L’artiste Jully Black. Crédit image : : Facebook Jully Black

O Canada, version anglo, est basée sur des paroles de Robert Stanley Weir écrite en 1908. Réécrites en 1968. En 1980 (l’année où elle devient hymne national). Et en 2018 (« thy sons » devient « us »). De toute évidence, il y avait du pain sur la planche et des paroles qui méritaient d’être éditées.

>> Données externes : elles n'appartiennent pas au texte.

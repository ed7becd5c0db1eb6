"""A scientific camera: photons in, quantised counts (ADU) out."""

from __future__ import annotations

import math
from dataclasses import dataclass
from typing import TYPE_CHECKING

import numpy as np

from volrecon.errors import ConfigError, DataError, ShapeError

if TYPE_CHECKING:
    from volrecon._typing import FloatArray, RNGLike

__all__ = ["Camera"]


def _check(name: str, value: float, *, positive: bool = False, at_most: float | None = None
           ) -> None:
    ok = isinstance(value, int | float) and math.isfinite(value) and (
        value > 0 if positive else value >= 0)
    if at_most is not None:
        ok = ok and value <= at_most
    if not ok:
        bound = "positive" if positive else "non-negative"
        limit = f" and at most {at_most}" if at_most is not None else ""
        raise ConfigError(f"Camera {name} must be a {bound} number{limit}; got {value!r}")


@dataclass(frozen=True)
class Camera:
    """Photometric model of a camera, after the linear sensor model of EMVA 1288.

    Attributes
    ----------
    quantum_efficiency : float
        Fraction of arriving photons converted to photo-electrons, in (0, 1].
    gain_adu_per_electron : float
        System gain ``K``: digital counts per electron.
    read_noise_electrons : float
        Root-mean-square read noise, electrons (Gaussian).
    offset_adu : float
        Black level added to every pixel, counts.
    dark_current_electrons_per_s : float
        Mean thermal electrons per pixel per second.
    exposure_s : float
        Exposure time, seconds (scales the dark current and hot pixels only: the photons
        given to :meth:`expose` are those of one exposure).
    bit_depth : int
        Output range ``0 .. 2**bit_depth - 1``, at most 16 (stored as uint16).
    full_well_electrons : float or None
        Electrons a pixel holds before it saturates; None for no limit.
    hot_pixel_fraction : float
        Fraction of pixels with extra dark current (fixed pattern), in [0, 1).
    hot_pixel_electrons_per_s : float
        Extra dark current of a hot pixel, electrons per second.
    hot_pixel_seed : int
        Seed of the hot-pixel pattern: the same camera has the same hot pixels in every
        recording.

    Notes
    -----
    Per pixel and exposure, with ``μ_p`` photons arriving:
    ``e ~ Poisson(η μ_p + μ_d)`` with ``μ_d = (dark + hot) · t``; ``e`` is clipped at the full
    well; ``y = round(offset + K (e + n_r))`` with ``n_r ~ N(0, σ_r²)``, clipped to the bit
    range. Hence ``E[y] = offset + K (η μ_p + μ_d)`` and
    ``Var[y] = K² (η μ_p + μ_d + σ_r²) + 1/12`` away from clipping [1]_.

    References
    ----------
    .. [1] EMVA Standard 1288, Standard for Characterization of Image Sensors and Cameras,
       European Machine Vision Association, release 3.1 (2016): the linear camera model.

    Examples
    --------
    >>> import numpy as np
    >>> cam = Camera(read_noise_electrons=0.0, dark_current_electrons_per_s=0.0)
    >>> cam.expose(np.zeros((2, 3)), rng=0)
    array([[100, 100, 100],
           [100, 100, 100]], dtype=uint16)
    """

    quantum_efficiency: float = 0.8
    gain_adu_per_electron: float = 0.5
    read_noise_electrons: float = 1.6
    offset_adu: float = 100.0
    dark_current_electrons_per_s: float = 0.5
    exposure_s: float = 0.02
    bit_depth: int = 16
    full_well_electrons: float | None = 30000.0
    hot_pixel_fraction: float = 0.0
    hot_pixel_electrons_per_s: float = 5000.0
    hot_pixel_seed: int = 0

    def __post_init__(self) -> None:
        _check("quantum_efficiency", self.quantum_efficiency, positive=True, at_most=1.0)
        _check("gain_adu_per_electron", self.gain_adu_per_electron, positive=True)
        _check("read_noise_electrons", self.read_noise_electrons)
        _check("offset_adu", self.offset_adu)
        _check("dark_current_electrons_per_s", self.dark_current_electrons_per_s)
        _check("exposure_s", self.exposure_s, positive=True)
        _check("hot_pixel_fraction", self.hot_pixel_fraction, at_most=0.999)
        _check("hot_pixel_electrons_per_s", self.hot_pixel_electrons_per_s)
        if self.full_well_electrons is not None:
            _check("full_well_electrons", self.full_well_electrons, positive=True)
        if not (isinstance(self.bit_depth, int) and 1 <= self.bit_depth <= 16):
            raise ConfigError(f"Camera bit_depth must be an integer 1..16; got {self.bit_depth!r}")

    @property
    def max_adu(self) -> int:
        """Largest count the camera can output."""
        return int(2**self.bit_depth) - 1

    def hot_pixels(self, shape_yx: tuple[int, int]) -> np.ndarray:
        """Boolean map of this camera's hot pixels on a sensor of `shape_yx` (fixed pattern)."""
        if self.hot_pixel_fraction == 0:
            return np.zeros(shape_yx, dtype=bool)
        return np.random.default_rng(self.hot_pixel_seed).random(shape_yx) < self.hot_pixel_fraction

    def dark_electrons(self, shape_yx: tuple[int, int]) -> FloatArray:
        """Mean thermal electrons per pixel in one exposure, shape `shape_yx`, float64."""
        rate = np.full(shape_yx, self.dark_current_electrons_per_s, dtype=np.float64)
        rate += self.hot_pixel_electrons_per_s * self.hot_pixels(shape_yx)
        return rate * self.exposure_s

    def expected_adu(self, photons_yx: FloatArray) -> FloatArray:
        """Noise-free mean counts for mean photons per pixel (ignoring clipping), float32."""
        photons = self._photons(photons_yx)
        electrons = self.quantum_efficiency * photons + self.dark_electrons(photons.shape[-2:])
        return (self.offset_adu + self.gain_adu_per_electron * electrons).astype(np.float32)

    def expose(self, photons_yx: FloatArray, *, rng: RNGLike = None) -> np.ndarray:
        """Record exposures: mean photons per pixel (..., Y, X) → counts, uint16.

        Parameters
        ----------
        photons_yx : ndarray of shape (..., Y, X)
            Expected photons arriving at each pixel during one exposure (>= 0); leading axes
            are separate exposures (e.g. frames).
        rng : numpy Generator, int or None
            Source of the shot and read noise.

        Returns
        -------
        ndarray of the same shape, uint16
            Counts as the camera would write them.

        Raises
        ------
        ShapeError
            If `photons_yx` has fewer than two axes.
        DataError
            If it holds negative or non-finite values.
        """
        photons = self._photons(photons_yx)
        generator = np.random.default_rng(rng)
        mean_electrons = self.quantum_efficiency * photons + self.dark_electrons(photons.shape[-2:])
        electrons = generator.poisson(mean_electrons).astype(np.float64)
        if self.full_well_electrons is not None:
            np.minimum(electrons, self.full_well_electrons, out=electrons)
        if self.read_noise_electrons > 0:
            electrons += self.read_noise_electrons * generator.standard_normal(electrons.shape)
        counts = np.rint(self.offset_adu + self.gain_adu_per_electron * electrons)
        return np.clip(counts, 0, self.max_adu).astype(np.uint16)

    def dark_frames(self, shape_yx: tuple[int, int], n_frames: int, *, rng: RNGLike = None
                    ) -> np.ndarray:
        """Exposures with the shutter closed: (n_frames, Y, X) uint16."""
        if not (isinstance(n_frames, int) and n_frames >= 1):
            raise ConfigError(f"n_frames must be a positive integer; got {n_frames!r}")
        return self.expose(np.zeros((n_frames, *shape_yx)), rng=rng)

    @staticmethod
    def _photons(photons_yx: FloatArray) -> FloatArray:
        photons = np.asarray(photons_yx, dtype=np.float64)
        if photons.ndim < 2:
            raise ShapeError(
                f"photons_yx must have at least 2 axes (..., Y, X); got shape {photons.shape}")
        if not np.isfinite(photons).all() or (photons < 0).any():
            raise DataError("photons_yx must be finite and non-negative; clip the scene first")
        return photons
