def blob_scene(shape_zyx: tuple[int, int, int], n_frames: int, *, n_blobs: int = 5,
               photons: float = 1e6, sigma_zyx_voxels: tuple[float, float, float] = (1.0, 3.0, 3.0),
               travel_voxels: tuple[float, float, float] = (2.0, 15.0, 15.0),
               period_frames: float = 60.0, rng: RNGLike = None) -> Scene:
    """Larger blobs (cells, aggregates) roaming independently on smooth bounded paths.

    Parameters
    ----------
    shape_zyx : tuple of int
        Volume grid.
    n_frames : int
        Number of frames T.
    n_blobs : int
        Number of blobs N.
    photons : float
        Photons emitted per blob per frame; each gets 0.5–1.5 times this.
    sigma_zyx_voxels : tuple of float
        Blob size (Gaussian standard deviation per axis).
    travel_voxels : tuple of float
        Amplitude of each blob's excursion from its home position, per axis.
    period_frames : float
        Mean period of the excursions (each blob and axis within ±30 %).
    rng : numpy Generator, int or None
        Source of homes, phases and brightness.

    Returns
    -------
    Scene
        ``kinds`` are all ``"blob"``; paths stay within the grid (home positions keep
        `travel_voxels` plus two widths from every face where the grid allows).
    """
    shape = _shape_zyx(shape_zyx)
    frames = _frames(n_frames)
    if not (isinstance(n_blobs, int) and n_blobs >= 0):
        raise ConfigError(f"n_blobs must be a non-negative integer; got {n_blobs!r}")
    sig = _sigmas(sigma_zyx_voxels)
    generator = np.random.default_rng(rng)
    half = (np.asarray(shape, dtype=np.float64) - 1.0) / 2.0
    travel = np.minimum(np.asarray(travel_voxels, dtype=np.float64), half)
    margin = np.minimum(travel + 2.0 * np.asarray(sig), half)
    homes = _uniform_positions(n_blobs, shape, tuple(margin), generator)
    periods = period_frames * generator.uniform(0.7, 1.3, size=(n_blobs, 3))
    phases = generator.uniform(0.0, 2.0 * np.pi, size=(n_blobs, 3))
    t = np.arange(frames, dtype=np.float64)[:, None, None]
    track = homes[None] + travel * np.sin(2.0 * np.pi * t / periods + phases)
    brightness = photons * generator.uniform(0.5, 1.5, size=n_blobs)
    volumes = np.stack([render_points(track[i], brightness, shape, sigma_zyx_voxels=sig)
                        for i in range(frames)])
    return Scene(volumes, track, brightness, ("blob",) * n_blobs)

Mais avons-nous, du côté franco, fait ce même travail de notre hymne national dont les paroles sont immuables depuis sa rédaction il y a 143 ans? Pouvons-nous puiser l’inspiration dans les deux autres versets qui, certes, reflètent un catholicisme colonial, mais qui nous exhorte également à « sur notre sol, asseoir la vérité » et à « être un peuple de frères »?

Ne faut-il pas une réflexion franconationale qui témoigne de notre affection et respect pour cette « terre de nos aïeux »?

This, après tout, is Indian land.

Les mots justes

« Ô Canada… tu seras bien ce que ton enfant en fera », chante Mehdi Cayenne.

Oui. Or, faisons-en quelque chose de juste. Le Canada traverse une « période d’introspection » sur son histoire, souligne l’intellectuel Jack Jedwab, président du Canadian Studies Association, et, poursuit-il, « il y a une certaine valeur à essayer de reconnaître qui nous sommes, correctement ».

Qui nous sommes. Correctement.

Lors de la fête du Canada cette année, on révélait qu’un Canadien sur trois souhaite un amendement de l’hymne national. Plus tôt ce mois-ci, un second sondage réitérait que 41 % des Anglo-Canadiens sont en faveur d’un amendement des paroles de l’hymne national. Si j’étais Anglo-Canadienne, je serais de ce nombre. Et si je suis fière, féroce et franco, je suis aussi de ceux qui souhaitent ce remix. Mais il nous faut plus qu’un « home on Native land », plus qu’une « terre de nos aïeux ». En anglais. En français. En bilingue officiel. Dans les langues de la constellation de peuples de ce vaste pays.

Car ceci est notre « maison en terre autochtone ».

This is Indian Land.

Les opinions exprimées dans cet article n’engagent que leurs auteur(e)s et ne sauraient refléter la position d’ONFR+ et du Groupe Média TFO.